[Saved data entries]
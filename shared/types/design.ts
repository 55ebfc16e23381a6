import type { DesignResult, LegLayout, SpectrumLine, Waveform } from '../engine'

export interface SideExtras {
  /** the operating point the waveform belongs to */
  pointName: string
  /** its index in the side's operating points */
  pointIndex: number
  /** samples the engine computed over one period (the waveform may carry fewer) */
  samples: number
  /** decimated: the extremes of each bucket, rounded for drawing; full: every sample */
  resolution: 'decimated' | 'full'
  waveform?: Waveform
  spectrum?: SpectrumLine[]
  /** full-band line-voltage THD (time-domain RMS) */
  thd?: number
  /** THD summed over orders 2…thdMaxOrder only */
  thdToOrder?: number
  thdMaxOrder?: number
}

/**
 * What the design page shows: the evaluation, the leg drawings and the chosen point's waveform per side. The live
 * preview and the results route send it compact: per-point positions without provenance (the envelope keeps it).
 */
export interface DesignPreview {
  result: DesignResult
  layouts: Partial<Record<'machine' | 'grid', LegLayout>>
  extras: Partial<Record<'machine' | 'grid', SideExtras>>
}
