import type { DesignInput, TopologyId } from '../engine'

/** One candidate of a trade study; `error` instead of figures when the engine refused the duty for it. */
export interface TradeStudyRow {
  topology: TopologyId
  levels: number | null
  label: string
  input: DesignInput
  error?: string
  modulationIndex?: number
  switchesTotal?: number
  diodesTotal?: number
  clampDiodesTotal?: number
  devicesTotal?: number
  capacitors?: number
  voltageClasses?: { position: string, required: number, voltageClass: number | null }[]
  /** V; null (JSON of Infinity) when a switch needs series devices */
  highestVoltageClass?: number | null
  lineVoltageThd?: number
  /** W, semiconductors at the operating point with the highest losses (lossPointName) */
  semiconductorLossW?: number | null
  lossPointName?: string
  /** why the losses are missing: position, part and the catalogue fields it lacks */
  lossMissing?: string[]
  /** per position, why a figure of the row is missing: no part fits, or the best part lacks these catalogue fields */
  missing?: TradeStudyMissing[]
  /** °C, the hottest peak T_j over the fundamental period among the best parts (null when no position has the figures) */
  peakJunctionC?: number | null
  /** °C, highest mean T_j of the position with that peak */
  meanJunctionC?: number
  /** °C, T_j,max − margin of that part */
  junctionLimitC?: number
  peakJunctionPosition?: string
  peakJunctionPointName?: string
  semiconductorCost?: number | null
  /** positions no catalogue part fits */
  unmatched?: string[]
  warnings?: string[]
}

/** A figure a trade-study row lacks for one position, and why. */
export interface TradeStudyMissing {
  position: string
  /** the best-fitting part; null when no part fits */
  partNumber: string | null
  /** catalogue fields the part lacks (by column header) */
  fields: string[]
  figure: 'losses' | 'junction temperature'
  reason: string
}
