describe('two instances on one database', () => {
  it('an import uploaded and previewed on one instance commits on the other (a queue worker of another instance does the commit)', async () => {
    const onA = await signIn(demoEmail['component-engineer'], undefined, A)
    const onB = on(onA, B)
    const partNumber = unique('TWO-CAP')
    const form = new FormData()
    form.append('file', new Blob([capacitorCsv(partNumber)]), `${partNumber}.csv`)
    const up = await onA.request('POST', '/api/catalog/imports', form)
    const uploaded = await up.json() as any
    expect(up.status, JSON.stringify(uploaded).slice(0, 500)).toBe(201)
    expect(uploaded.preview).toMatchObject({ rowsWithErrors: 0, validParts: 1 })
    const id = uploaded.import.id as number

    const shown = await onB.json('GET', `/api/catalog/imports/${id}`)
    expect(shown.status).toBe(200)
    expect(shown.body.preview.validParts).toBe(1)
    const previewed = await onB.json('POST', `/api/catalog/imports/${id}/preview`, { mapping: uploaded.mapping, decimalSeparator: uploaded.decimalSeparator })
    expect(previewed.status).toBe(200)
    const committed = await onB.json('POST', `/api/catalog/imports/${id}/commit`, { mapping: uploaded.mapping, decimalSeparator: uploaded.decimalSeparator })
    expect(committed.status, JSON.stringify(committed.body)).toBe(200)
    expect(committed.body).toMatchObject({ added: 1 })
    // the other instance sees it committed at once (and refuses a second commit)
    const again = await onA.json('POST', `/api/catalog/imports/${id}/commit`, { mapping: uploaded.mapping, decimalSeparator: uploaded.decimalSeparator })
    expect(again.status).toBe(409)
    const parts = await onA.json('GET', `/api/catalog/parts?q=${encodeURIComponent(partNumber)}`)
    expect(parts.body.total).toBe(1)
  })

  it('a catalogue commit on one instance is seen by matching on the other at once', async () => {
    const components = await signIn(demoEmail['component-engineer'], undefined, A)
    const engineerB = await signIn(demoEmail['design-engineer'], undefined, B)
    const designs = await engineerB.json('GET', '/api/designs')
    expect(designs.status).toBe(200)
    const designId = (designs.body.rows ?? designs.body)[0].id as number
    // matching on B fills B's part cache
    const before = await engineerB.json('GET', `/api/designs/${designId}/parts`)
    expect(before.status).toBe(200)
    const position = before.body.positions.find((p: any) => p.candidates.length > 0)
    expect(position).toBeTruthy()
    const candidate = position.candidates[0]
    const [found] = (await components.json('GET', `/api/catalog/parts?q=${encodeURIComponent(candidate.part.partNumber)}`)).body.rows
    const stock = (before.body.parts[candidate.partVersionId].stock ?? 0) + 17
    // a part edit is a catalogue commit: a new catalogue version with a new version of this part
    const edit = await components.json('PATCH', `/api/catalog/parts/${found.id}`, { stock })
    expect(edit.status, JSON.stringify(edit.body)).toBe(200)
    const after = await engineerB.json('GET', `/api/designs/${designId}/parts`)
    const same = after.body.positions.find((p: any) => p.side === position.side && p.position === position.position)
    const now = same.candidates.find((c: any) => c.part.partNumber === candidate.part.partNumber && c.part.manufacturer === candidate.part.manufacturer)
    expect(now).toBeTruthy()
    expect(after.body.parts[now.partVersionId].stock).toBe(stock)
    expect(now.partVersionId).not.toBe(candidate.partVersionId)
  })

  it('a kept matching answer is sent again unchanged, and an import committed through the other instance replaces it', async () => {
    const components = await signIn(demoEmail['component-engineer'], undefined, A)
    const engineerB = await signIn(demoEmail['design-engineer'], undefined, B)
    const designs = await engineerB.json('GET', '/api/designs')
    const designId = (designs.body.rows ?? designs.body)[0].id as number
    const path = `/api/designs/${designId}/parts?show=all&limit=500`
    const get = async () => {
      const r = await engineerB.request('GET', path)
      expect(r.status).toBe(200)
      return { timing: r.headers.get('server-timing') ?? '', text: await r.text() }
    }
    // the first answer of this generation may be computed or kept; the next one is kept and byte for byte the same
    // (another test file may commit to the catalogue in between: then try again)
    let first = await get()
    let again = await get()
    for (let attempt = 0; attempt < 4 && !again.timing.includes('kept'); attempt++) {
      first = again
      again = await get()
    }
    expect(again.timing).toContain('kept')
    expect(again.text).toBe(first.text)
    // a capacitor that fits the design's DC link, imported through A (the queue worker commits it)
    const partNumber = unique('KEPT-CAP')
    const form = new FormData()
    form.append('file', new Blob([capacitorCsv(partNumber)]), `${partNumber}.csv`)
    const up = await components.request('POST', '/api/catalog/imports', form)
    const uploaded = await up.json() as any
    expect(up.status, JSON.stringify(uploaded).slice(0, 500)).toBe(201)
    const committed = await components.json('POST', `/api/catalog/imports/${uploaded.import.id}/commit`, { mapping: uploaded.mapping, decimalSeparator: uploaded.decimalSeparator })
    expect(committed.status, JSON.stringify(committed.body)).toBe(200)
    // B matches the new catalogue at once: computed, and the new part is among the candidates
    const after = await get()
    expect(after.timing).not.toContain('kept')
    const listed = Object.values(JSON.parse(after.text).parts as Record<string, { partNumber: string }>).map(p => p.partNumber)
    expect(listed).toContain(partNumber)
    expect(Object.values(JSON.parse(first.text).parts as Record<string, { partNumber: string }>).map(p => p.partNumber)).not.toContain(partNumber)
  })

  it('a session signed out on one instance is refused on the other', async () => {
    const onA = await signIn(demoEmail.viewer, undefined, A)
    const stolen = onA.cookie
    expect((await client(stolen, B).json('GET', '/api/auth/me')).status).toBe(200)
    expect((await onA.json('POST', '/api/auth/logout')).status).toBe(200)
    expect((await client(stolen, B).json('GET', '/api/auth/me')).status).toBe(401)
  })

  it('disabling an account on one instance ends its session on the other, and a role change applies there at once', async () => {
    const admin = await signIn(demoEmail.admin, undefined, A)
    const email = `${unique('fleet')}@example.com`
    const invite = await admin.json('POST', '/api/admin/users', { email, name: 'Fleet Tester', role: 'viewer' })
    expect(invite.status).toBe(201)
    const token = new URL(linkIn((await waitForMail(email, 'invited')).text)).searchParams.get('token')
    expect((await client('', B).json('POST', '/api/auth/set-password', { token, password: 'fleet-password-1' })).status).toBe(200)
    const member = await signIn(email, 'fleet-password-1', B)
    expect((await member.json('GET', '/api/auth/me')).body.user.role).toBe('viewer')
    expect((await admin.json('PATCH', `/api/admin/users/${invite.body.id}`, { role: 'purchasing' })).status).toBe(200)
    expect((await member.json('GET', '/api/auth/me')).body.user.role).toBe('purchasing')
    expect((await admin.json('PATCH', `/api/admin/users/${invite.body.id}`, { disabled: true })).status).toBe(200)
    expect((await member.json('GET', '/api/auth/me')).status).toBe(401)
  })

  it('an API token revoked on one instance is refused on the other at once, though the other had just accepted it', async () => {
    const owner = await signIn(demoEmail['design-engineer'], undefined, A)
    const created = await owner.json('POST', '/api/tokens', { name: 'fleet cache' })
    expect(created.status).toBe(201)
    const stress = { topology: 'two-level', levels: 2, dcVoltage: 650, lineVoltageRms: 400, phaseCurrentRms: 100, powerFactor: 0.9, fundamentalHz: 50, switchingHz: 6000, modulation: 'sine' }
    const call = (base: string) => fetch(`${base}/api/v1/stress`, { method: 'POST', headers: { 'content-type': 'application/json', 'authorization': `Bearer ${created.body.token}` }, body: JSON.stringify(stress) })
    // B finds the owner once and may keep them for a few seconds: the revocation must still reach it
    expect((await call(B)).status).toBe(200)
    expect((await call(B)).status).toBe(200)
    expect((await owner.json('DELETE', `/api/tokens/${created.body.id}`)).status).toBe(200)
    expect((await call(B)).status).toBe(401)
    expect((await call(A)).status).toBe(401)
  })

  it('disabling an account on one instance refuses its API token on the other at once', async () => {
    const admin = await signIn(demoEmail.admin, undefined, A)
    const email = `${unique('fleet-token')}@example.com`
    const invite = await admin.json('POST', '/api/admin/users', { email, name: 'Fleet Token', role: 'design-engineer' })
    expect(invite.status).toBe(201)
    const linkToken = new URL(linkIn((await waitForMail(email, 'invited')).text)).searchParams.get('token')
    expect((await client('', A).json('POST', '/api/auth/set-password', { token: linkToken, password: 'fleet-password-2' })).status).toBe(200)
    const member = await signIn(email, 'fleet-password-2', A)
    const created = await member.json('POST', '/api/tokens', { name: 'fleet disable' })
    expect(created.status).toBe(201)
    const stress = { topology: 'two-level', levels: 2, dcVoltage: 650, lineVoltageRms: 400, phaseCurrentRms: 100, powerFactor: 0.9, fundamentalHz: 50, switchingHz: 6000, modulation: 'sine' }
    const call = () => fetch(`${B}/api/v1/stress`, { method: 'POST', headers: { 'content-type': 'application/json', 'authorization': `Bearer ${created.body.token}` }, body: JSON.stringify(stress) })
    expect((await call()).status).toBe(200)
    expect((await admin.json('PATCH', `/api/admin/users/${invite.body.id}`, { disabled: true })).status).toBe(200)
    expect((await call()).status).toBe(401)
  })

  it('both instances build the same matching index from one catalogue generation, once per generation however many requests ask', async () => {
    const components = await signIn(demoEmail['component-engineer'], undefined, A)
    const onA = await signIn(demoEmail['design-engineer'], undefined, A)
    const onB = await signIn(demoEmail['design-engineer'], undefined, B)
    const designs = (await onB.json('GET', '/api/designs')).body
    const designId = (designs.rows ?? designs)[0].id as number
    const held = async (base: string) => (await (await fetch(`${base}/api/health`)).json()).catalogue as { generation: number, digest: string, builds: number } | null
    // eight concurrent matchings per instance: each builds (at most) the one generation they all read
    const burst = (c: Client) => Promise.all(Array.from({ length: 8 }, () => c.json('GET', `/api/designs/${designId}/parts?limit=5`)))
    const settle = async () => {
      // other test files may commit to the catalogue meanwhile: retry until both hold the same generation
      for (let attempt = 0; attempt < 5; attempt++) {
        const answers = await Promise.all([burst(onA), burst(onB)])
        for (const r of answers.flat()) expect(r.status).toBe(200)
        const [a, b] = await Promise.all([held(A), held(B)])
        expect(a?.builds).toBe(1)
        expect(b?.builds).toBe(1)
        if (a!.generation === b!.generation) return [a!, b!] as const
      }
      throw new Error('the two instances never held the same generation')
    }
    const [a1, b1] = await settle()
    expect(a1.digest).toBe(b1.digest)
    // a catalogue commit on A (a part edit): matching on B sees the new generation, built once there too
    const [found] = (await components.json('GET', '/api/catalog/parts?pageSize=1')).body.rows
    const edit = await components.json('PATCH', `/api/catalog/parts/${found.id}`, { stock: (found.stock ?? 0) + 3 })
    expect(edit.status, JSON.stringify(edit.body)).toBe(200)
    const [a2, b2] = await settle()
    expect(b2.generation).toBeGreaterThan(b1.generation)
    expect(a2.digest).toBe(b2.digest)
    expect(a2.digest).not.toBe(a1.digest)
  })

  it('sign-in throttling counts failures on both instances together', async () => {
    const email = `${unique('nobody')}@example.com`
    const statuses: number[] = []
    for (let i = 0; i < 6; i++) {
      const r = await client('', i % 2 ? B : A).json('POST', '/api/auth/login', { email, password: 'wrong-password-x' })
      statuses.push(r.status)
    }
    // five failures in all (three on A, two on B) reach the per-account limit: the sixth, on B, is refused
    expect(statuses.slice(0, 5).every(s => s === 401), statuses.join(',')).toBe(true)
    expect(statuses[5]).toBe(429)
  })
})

[ASSIGNED TASK] Go through the entries and filter for lines holding the word "period"; copy each match.

[PROBLEM SOLUTION]
  /** samples the engine computed over one period (the waveform may carry fewer) */
  /** °C, the hottest peak T_j over the fundamental period among the best parts (null when no position has the figures) */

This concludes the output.